#### [Exercise prompt]
Lines in the listing below that include the word "scale" need to be copied.

#### [Given records]
****************************************

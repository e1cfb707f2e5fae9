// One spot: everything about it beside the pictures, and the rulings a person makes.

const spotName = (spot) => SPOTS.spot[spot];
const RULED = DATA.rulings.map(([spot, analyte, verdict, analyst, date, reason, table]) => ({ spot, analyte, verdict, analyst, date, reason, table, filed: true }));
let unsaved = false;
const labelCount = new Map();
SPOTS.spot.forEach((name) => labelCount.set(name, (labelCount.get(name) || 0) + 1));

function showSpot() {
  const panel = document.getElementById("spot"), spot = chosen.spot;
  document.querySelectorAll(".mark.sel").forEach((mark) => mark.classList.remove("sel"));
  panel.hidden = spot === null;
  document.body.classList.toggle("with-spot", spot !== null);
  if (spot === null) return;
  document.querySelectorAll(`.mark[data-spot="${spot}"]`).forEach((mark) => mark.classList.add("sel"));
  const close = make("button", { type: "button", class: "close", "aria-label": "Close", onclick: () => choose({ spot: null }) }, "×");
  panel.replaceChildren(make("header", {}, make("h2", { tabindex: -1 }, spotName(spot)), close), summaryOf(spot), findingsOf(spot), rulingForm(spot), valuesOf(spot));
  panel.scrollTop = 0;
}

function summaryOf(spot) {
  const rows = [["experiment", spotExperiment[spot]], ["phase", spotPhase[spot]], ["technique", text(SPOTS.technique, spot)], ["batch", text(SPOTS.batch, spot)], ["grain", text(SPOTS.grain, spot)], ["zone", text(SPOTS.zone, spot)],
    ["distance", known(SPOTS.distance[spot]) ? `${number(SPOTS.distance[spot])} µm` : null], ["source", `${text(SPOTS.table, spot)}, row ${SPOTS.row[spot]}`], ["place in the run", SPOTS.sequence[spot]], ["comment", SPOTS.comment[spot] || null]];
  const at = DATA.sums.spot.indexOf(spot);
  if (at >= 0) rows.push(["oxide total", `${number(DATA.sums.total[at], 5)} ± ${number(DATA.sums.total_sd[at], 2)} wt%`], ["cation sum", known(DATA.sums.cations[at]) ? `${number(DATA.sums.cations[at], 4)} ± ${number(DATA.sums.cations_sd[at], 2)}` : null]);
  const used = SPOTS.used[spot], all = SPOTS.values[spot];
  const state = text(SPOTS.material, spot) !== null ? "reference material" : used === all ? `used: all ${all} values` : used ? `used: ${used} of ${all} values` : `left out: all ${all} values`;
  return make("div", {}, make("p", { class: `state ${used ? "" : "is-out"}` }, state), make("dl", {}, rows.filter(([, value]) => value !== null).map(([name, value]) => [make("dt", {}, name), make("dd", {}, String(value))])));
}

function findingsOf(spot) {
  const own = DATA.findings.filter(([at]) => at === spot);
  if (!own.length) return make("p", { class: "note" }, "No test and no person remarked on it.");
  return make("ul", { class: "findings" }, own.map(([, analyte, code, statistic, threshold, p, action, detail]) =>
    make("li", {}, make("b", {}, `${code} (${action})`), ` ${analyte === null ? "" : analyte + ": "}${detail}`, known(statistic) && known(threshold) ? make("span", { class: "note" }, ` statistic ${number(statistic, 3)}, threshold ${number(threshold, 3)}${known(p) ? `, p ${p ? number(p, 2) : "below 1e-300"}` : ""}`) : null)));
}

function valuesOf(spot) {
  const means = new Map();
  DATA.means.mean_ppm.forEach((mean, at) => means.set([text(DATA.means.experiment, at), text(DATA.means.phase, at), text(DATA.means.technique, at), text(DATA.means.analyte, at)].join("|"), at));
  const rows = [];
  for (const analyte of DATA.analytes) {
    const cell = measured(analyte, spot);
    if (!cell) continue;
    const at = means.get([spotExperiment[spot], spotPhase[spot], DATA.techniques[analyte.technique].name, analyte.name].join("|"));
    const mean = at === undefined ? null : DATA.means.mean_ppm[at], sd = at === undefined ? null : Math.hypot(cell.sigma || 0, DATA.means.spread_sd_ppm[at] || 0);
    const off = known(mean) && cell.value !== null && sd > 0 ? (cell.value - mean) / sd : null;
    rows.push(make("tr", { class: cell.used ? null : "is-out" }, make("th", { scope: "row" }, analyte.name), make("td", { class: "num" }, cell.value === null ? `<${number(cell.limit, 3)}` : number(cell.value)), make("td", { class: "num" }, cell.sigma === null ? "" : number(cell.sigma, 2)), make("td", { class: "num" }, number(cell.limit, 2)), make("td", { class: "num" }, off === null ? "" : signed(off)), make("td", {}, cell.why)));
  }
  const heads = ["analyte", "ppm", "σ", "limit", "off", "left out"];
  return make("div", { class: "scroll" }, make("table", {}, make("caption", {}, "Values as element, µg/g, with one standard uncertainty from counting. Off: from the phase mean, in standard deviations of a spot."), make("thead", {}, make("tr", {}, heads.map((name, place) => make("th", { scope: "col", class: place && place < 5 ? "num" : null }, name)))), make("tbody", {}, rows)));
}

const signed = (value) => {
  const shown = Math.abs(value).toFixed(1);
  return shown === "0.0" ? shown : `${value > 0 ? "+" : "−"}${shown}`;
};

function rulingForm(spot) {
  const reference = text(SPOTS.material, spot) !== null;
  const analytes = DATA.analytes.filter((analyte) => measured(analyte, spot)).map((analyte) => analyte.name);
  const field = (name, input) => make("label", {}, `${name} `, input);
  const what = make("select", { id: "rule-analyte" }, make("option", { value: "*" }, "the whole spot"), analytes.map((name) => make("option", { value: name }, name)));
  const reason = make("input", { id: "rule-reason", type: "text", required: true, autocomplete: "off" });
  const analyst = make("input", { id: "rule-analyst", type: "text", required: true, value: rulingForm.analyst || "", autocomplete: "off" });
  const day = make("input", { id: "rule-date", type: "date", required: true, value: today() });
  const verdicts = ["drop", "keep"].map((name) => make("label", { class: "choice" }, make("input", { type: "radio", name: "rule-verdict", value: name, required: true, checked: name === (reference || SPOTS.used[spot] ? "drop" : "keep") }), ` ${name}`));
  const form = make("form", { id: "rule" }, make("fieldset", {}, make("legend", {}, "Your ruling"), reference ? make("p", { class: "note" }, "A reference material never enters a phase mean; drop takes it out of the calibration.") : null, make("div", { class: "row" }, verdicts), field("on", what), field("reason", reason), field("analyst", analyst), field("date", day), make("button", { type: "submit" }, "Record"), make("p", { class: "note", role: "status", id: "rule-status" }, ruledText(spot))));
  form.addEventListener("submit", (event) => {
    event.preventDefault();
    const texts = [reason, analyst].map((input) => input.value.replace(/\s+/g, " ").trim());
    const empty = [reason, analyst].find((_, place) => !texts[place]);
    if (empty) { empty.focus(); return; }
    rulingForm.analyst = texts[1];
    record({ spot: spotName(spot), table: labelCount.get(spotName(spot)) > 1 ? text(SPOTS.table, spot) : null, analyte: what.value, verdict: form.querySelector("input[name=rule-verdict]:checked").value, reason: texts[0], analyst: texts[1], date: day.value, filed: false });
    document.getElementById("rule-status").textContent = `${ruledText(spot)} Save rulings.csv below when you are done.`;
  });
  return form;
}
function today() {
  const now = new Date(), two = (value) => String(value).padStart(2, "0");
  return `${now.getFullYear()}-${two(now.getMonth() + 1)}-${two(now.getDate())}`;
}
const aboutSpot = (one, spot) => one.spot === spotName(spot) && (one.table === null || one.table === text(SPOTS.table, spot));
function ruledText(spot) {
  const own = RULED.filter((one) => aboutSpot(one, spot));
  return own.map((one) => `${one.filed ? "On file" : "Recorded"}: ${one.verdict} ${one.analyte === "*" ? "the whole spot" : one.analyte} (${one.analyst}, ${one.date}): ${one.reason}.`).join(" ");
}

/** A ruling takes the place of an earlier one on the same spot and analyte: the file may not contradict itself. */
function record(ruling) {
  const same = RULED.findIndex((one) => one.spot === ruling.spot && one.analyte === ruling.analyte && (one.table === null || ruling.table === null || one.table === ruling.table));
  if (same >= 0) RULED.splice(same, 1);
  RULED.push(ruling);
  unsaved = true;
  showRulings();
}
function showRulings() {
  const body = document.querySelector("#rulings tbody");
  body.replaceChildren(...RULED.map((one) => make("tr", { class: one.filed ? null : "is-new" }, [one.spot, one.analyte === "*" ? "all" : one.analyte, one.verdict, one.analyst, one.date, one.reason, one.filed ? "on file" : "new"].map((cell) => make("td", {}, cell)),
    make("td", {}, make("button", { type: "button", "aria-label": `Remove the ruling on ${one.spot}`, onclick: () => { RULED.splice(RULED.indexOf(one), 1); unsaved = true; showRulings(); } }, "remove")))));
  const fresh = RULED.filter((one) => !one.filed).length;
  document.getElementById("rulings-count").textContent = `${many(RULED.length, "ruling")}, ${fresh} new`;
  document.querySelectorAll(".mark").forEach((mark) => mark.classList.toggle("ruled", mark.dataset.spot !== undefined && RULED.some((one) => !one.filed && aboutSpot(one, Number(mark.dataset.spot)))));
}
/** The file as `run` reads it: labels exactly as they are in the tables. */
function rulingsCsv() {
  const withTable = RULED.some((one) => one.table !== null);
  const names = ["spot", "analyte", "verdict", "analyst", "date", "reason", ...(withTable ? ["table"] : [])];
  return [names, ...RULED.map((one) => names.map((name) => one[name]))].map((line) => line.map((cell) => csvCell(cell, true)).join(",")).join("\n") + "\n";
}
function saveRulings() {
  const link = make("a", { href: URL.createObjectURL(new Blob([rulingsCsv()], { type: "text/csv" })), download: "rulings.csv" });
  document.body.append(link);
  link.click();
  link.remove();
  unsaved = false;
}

****************************************

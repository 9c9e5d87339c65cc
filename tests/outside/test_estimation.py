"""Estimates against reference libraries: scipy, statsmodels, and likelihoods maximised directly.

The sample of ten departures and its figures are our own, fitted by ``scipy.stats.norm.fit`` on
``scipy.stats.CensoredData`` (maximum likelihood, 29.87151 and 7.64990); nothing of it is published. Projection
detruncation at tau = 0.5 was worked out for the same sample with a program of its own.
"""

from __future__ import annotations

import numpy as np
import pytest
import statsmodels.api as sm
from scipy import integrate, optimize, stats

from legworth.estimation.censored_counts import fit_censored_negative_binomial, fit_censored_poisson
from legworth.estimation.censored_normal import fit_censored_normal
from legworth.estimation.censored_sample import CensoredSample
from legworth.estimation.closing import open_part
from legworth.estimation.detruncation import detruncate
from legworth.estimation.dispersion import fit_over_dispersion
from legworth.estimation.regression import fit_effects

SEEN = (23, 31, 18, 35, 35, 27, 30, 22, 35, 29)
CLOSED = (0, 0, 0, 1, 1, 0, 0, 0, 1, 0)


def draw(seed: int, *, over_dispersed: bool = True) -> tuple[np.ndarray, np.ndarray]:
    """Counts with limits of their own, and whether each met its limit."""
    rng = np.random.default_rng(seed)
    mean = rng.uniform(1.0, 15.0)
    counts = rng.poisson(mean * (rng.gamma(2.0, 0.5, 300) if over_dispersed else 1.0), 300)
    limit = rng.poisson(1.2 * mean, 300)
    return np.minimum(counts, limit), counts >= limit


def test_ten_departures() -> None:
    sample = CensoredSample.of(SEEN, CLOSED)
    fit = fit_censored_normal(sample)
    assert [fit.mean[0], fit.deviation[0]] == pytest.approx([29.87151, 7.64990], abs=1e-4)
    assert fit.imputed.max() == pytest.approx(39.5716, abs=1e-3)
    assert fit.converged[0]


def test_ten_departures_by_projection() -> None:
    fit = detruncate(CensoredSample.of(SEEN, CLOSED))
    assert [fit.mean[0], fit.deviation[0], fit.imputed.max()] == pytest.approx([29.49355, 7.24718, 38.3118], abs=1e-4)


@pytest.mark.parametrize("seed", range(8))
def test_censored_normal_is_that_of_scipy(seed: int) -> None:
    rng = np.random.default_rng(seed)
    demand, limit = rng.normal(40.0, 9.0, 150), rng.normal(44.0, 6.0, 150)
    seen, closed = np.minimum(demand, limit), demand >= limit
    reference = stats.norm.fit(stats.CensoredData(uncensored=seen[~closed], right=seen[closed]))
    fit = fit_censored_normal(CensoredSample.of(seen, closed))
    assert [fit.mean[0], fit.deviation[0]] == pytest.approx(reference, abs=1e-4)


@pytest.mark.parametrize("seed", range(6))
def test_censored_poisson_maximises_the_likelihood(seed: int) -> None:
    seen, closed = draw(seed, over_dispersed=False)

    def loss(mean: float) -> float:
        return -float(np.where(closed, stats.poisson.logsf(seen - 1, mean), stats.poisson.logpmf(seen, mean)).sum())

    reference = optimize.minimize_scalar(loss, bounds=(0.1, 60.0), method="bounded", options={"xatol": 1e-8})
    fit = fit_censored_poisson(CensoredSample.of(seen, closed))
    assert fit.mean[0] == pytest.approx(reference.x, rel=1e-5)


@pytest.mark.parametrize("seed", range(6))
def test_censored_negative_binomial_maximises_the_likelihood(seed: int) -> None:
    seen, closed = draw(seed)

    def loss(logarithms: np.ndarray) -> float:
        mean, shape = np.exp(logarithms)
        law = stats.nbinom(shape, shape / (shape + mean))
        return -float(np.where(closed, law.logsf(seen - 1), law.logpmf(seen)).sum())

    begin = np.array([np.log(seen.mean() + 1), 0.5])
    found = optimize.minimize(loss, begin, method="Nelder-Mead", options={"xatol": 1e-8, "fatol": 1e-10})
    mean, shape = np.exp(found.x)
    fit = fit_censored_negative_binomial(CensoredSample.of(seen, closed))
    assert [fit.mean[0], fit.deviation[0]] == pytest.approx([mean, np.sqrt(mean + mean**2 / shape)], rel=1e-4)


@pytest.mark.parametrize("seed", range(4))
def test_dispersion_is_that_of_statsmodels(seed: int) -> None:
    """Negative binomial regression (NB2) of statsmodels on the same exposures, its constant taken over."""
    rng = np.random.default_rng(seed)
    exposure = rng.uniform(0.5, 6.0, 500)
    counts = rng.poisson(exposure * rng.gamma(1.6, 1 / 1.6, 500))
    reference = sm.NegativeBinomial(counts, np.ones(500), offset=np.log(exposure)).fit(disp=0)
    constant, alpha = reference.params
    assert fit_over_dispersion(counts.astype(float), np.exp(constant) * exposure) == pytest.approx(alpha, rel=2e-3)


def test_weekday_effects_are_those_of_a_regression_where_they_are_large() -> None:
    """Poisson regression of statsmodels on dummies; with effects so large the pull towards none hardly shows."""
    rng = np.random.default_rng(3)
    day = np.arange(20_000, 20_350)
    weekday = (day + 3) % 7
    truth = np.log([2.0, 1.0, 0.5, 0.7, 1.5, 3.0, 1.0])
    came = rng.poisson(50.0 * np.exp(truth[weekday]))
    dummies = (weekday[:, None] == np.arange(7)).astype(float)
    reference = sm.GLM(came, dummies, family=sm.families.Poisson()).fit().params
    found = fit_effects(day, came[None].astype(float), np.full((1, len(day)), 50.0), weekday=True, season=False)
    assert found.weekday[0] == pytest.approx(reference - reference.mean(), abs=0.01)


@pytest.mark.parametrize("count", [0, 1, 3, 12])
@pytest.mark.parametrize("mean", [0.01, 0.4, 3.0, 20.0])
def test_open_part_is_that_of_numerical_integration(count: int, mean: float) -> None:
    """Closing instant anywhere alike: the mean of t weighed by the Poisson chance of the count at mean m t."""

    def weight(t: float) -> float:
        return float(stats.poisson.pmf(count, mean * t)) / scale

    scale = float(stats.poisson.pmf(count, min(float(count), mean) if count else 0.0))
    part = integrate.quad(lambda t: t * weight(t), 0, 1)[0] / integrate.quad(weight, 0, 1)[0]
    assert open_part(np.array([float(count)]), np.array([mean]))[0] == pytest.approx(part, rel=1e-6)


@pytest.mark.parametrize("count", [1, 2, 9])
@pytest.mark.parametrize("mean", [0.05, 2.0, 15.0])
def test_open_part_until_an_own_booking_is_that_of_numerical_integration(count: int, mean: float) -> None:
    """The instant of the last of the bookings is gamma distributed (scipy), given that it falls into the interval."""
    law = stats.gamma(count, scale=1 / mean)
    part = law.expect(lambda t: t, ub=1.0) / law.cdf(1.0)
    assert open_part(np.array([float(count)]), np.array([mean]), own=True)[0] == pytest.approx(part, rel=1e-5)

****************************************

#### [Exercise output]
        return float(stats.poisson.pmf(count, mean * t)) / scale
    scale = float(stats.poisson.pmf(count, min(float(count), mean) if count else 0.0))
    law = stats.gamma(count, scale=1 / mean)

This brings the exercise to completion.